**What to work on**
What you return should match every entry, character for character.

**Data supplied**
* * * *

"""The quick stepper is the reference step, whatever the port."""

import numpy as np
from hypothesis import given, settings
from hypothesis import strategies as st

from porter.port.model import U16, Charge, ChargeMode, Count, Move, Port, State, Toggle
from porter.port.model import Test as Check  # pytest takes a name with Test for a test
from porter.port.step import idle, run, start, step
from porter.port.swift import decider, stepper

WORD = st.integers(0, U16)
ONLY = st.sampled_from(["both", "up", "down"])


@st.composite
def moves(draw) -> Move:
    """A move of one copy, of any kind but ``mix``, that keeps every copy within its 16 bits."""
    kind = draw(st.sampled_from(["hold", "jump", "shift", "multiply", "scale", "drain"]))
    shift, rate, add = 0, 0, 0
    if kind in ("shift", "drain"):
        shift = draw(st.integers(1, 15))
    if kind in ("multiply", "scale"):
        rate = draw(st.integers(1, U16))
    if kind == "scale":
        add = draw(st.integers(0, U16 - (U16 * rate >> 16)))
    if kind == "drain":
        add = draw(st.integers(0, U16 >> shift))
    only = draw(ONLY) if kind not in ("hold", "jump") else "both"
    return Move(kind, draw(WORD), shift=shift, rate=rate, add=add, only=only, mirror=draw(st.booleans()))


def _tests(copies: int):
    coeff = st.just((1,)) if copies == 1 else st.tuples(*[st.integers(-32767, 32767)] * copies)
    limit = WORD if copies == 1 else st.integers(-(2**30), 2**30)
    return st.lists(st.builds(Check, coeff, st.booleans(), limit), max_size=2).map(tuple)


def _modes(copies: int):
    return st.builds(
        ChargeMode,
        flips=_tests(copies),
        moves=st.tuples(*[moves()] * copies),
        force=_tests(copies),
        blocks=_tests(copies),
    )


def _port(machine: Count | Charge, buttons: int, answer) -> Port:
    return Port(
        name="any_port",
        title="Any port",
        spec_file="any_port.yaml",
        spec_sha256="0" * 64,
        buttons=("A", "B")[:buttons],
        outputs=("lamp", "horn"),
        tick_s=1e-3,
        style="charge" if isinstance(machine, Charge) else "count",
        start_q=0,
        answer=answer,
        machine=machine,
        constants=(),
        why=(),
    )


@st.composite
def charge_ports(draw, copies: int) -> Port:
    """A charge port of one or two buttons."""
    buttons = draw(st.integers(1, 2))
    width = 1 << buttons
    rows = [tuple(draw(_modes(copies)) for _ in range(width)) for _ in (0, 1)]
    machine = Charge(
        capacitors=("a", "b")[:copies],
        low_v=(0.0,) * copies,
        scale_v=(1e-4,) * copies,
        start=tuple(draw(WORD) for _ in range(copies)),
        modes=(rows[0], rows[1]),
    )
    answer = tuple(tuple(draw(st.integers(0, 3)) for _ in range(width)) for _ in (0, 1))
    return _port(machine, buttons, answer)


def _states(port: Port, seed: int, lanes: int = 400) -> tuple[State, np.ndarray]:
    """Random states and held masks; ends and limits of the port are among the copies."""
    rng = np.random.default_rng(seed)
    modes = [mode for row in port.machine.modes for mode in row]
    known = [m.end for mode in modes for m in mode.moves]
    known += [t.limit for mode in modes for t in (*mode.force, *mode.flips, *mode.blocks)]
    near = np.array([value + off for value in known for off in (-1, 0, 1)] + [0, U16])
    regs = rng.integers(0, U16 + 1, (lanes, len(port.machine.start)))
    pick = rng.random(regs.shape) < 0.5
    regs[pick] = np.clip(rng.choice(near, pick.sum()), 0, U16)
    q = rng.integers(0, 2, lanes).astype(np.uint8)
    return State(q, regs.astype(np.int64)), rng.integers(0, port.held_count, lanes)


def _same(port: Port, state: State, held: np.ndarray) -> None:
    expected, wanted = step(port, state, held)
    actual, given_ = stepper(port)(state, held)
    assert (expected.q == actual.q).all()
    assert (expected.regs == actual.regs).all()
    assert (wanted == given_).all()
    assert (expected.q == decider(port)(state, held)).all()


@given(charge_ports(1), st.integers(0, 99))
@settings(max_examples=8)  # each one tabulates 2 x 65 536 states
def test_tables_of_one_copy_are_the_step(port: Port, seed: int) -> None:
    _same(port, *_states(port, seed))


@given(charge_ports(2), st.integers(0, 99))
@settings(max_examples=40)
def test_gathers_of_two_copies_are_the_step(port: Port, seed: int) -> None:
    _same(port, *_states(port, seed))


@given(charge_ports(2), st.integers(0, 99))
@settings(max_examples=20)
def test_copies_stay_within_sixteen_bits(port: Port, seed: int) -> None:
    """Ten ticks of the reference from any state leave every copy in 0..65535."""
    state, held = _states(port, seed, 100)
    for _ in range(10):
        state, _ = step(port, state, held)
        assert ((state.regs >= 0) & (state.regs <= U16)).all()


@given(charge_ports(1), st.integers(0, 99))
@settings(max_examples=20)
def test_idle_means_that_nothing_changes_any_more(port: Port, seed: int) -> None:
    state, held = _states(port, seed, 100)
    state, first = step(port, state, held)
    rests = idle(port, state, held)
    for _ in range(5):
        after, out = step(port, state, held)
        assert (after.regs == state.regs)[rests].all()
        assert (out == first)[rests].all()
        state = after


def test_a_count_port_is_stepped_by_the_step() -> None:
    toggle = Toggle(0, (20, 11), (5, 4), (2, 3))
    machine = Count(((0, 0), (1, 1)), (True, True), (3,), (2,), toggle)
    port = _port(machine, 1, ((0, 0), (1, 1)))
    held = np.random.default_rng(1).integers(0, 2, (50, 300)).repeat(2, axis=1)
    state, out = start(port, 50), np.empty(held.shape, np.uint8)
    for tick in range(held.shape[1]):
        state, out[:, tick] = stepper(port)(state, held[:, tick])
    assert (run(port, held) == out).all()
    assert (out == 1).any()


def test_the_comparison_sees_one_wrong_number() -> None:
    """A rate that is off by one 65 536th shows within the states that are compared."""
    modes = tuple(ChargeMode((), (Move("multiply", 60000, rate=rate),)) for rate in (500, 501))
    ports = [
        _port(Charge(("a",), (0.0,), (1e-4,), (0,), ((mode,) * 2,) * 2), 1, ((0, 0), (1, 1)))
        for mode in modes
    ]
    state, held = _states(ports[0], 0)
    assert (step(ports[0], state, held)[0].regs != stepper(ports[1])(state, held)[0].regs).any()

* * * *

**Response box**
"""The quick stepper is the reference step, whatever the port."""

import numpy as np
from hypothesis import given, settings
from hypothesis import strategies as st

from porter.port.model import U16, Charge, ChargeMode, Count, Move, Port, State, Toggle
from porter.port.model import Test as Check  # pytest takes a name with Test for a test
from porter.port.step import idle, run, start, step
from porter.port.swift import decider, stepper

WORD = st.integers(0, U16)
ONLY = st.sampled_from(["both", "up", "down"])


@st.composite
def moves(draw) -> Move:
    """A move of one copy, of any kind but ``mix``, that keeps every copy within its 16 bits."""
    kind = draw(st.sampled_from(["hold", "jump", "shift", "multiply", "scale", "drain"]))
    shift, rate, add = 0, 0, 0
    if kind in ("shift", "drain"):
        shift = draw(st.integers(1, 15))
    if kind in ("multiply", "scale"):
        rate = draw(st.integers(1, U16))
    if kind == "scale":
        add = draw(st.integers(0, U16 - (U16 * rate >> 16)))
    if kind == "drain":
        add = draw(st.integers(0, U16 >> shift))
    only = draw(ONLY) if kind not in ("hold", "jump") else "both"
    return Move(kind, draw(WORD), shift=shift, rate=rate, add=add, only=only, mirror=draw(st.booleans()))


def _tests(copies: int):
    coeff = st.just((1,)) if copies == 1 else st.tuples(*[st.integers(-32767, 32767)] * copies)
    limit = WORD if copies == 1 else st.integers(-(2**30), 2**30)
    return st.lists(st.builds(Check, coeff, st.booleans(), limit), max_size=2).map(tuple)


def _modes(copies: int):
    return st.builds(
        ChargeMode,
        flips=_tests(copies),
        moves=st.tuples(*[moves()] * copies),
        force=_tests(copies),
        blocks=_tests(copies),
    )


def _port(machine: Count | Charge, buttons: int, answer) -> Port:
    return Port(
        name="any_port",
        title="Any port",
        spec_file="any_port.yaml",
        spec_sha256="0" * 64,
        buttons=("A", "B")[:buttons],
        outputs=("lamp", "horn"),
        tick_s=1e-3,
        style="charge" if isinstance(machine, Charge) else "count",
        start_q=0,
        answer=answer,
        machine=machine,
        constants=(),
        why=(),
    )


@st.composite
def charge_ports(draw, copies: int) -> Port:
    """A charge port of one or two buttons."""
    buttons = draw(st.integers(1, 2))
    width = 1 << buttons
    rows = [tuple(draw(_modes(copies)) for _ in range(width)) for _ in (0, 1)]
    machine = Charge(
        capacitors=("a", "b")[:copies],
        low_v=(0.0,) * copies,
        scale_v=(1e-4,) * copies,
        start=tuple(draw(WORD) for _ in range(copies)),
        modes=(rows[0], rows[1]),
    )
    answer = tuple(tuple(draw(st.integers(0, 3)) for _ in range(width)) for _ in (0, 1))
    return _port(machine, buttons, answer)


def _states(port: Port, seed: int, lanes: int = 400) -> tuple[State, np.ndarray]:
    """Random states and held masks; ends and limits of the port are among the copies."""
    rng = np.random.default_rng(seed)
    modes = [mode for row in port.machine.modes for mode in row]
    known = [m.end for mode in modes for m in mode.moves]
    known += [t.limit for mode in modes for t in (*mode.force, *mode.flips, *mode.blocks)]
    near = np.array([value + off for value in known for off in (-1, 0, 1)] + [0, U16])
    regs = rng.integers(0, U16 + 1, (lanes, len(port.machine.start)))
    pick = rng.random(regs.shape) < 0.5
    regs[pick] = np.clip(rng.choice(near, pick.sum()), 0, U16)
    q = rng.integers(0, 2, lanes).astype(np.uint8)
    return State(q, regs.astype(np.int64)), rng.integers(0, port.held_count, lanes)


def _same(port: Port, state: State, held: np.ndarray) -> None:
    expected, wanted = step(port, state, held)
    actual, given_ = stepper(port)(state, held)
    assert (expected.q == actual.q).all()
    assert (expected.regs == actual.regs).all()
    assert (wanted == given_).all()
    assert (expected.q == decider(port)(state, held)).all()


@given(charge_ports(1), st.integers(0, 99))
@settings(max_examples=8)  # each one tabulates 2 x 65 536 states
def test_tables_of_one_copy_are_the_step(port: Port, seed: int) -> None:
    _same(port, *_states(port, seed))


@given(charge_ports(2), st.integers(0, 99))
@settings(max_examples=40)
def test_gathers_of_two_copies_are_the_step(port: Port, seed: int) -> None:
    _same(port, *_states(port, seed))


@given(charge_ports(2), st.integers(0, 99))
@settings(max_examples=20)
def test_copies_stay_within_sixteen_bits(port: Port, seed: int) -> None:
    """Ten ticks of the reference from any state leave every copy in 0..65535."""
    state, held = _states(port, seed, 100)
    for _ in range(10):
        state, _ = step(port, state, held)
        assert ((state.regs >= 0) & (state.regs <= U16)).all()


@given(charge_ports(1), st.integers(0, 99))
@settings(max_examples=20)
def test_idle_means_that_nothing_changes_any_more(port: Port, seed: int) -> None:
    state, held = _states(port, seed, 100)
    state, first = step(port, state, held)
    rests = idle(port, state, held)
    for _ in range(5):
        after, out = step(port, state, held)
        assert (after.regs == state.regs)[rests].all()
        assert (out == first)[rests].all()
        state = after


def test_a_count_port_is_stepped_by_the_step() -> None:
    toggle = Toggle(0, (20, 11), (5, 4), (2, 3))
    machine = Count(((0, 0), (1, 1)), (True, True), (3,), (2,), toggle)
    port = _port(machine, 1, ((0, 0), (1, 1)))
    held = np.random.default_rng(1).integers(0, 2, (50, 300)).repeat(2, axis=1)
    state, out = start(port, 50), np.empty(held.shape, np.uint8)
    for tick in range(held.shape[1]):
        state, out[:, tick] = stepper(port)(state, held[:, tick])
    assert (run(port, held) == out).all()
    assert (out == 1).any()


def test_the_comparison_sees_one_wrong_number() -> None:
    """A rate that is off by one 65 536th shows within the states that are compared."""
    modes = tuple(ChargeMode((), (Move("multiply", 60000, rate=rate),)) for rate in (500, 501))
    ports = [
        _port(Charge(("a",), (0.0,), (1e-4,), (0,), ((mode,) * 2,) * 2), 1, ((0, 0), (1, 1)))
        for mode in modes
    ]
    state, held = _states(ports[0], 0)
    assert (step(ports[0], state, held)[0].regs != stepper(ports[1])(state, held)[0].regs).any()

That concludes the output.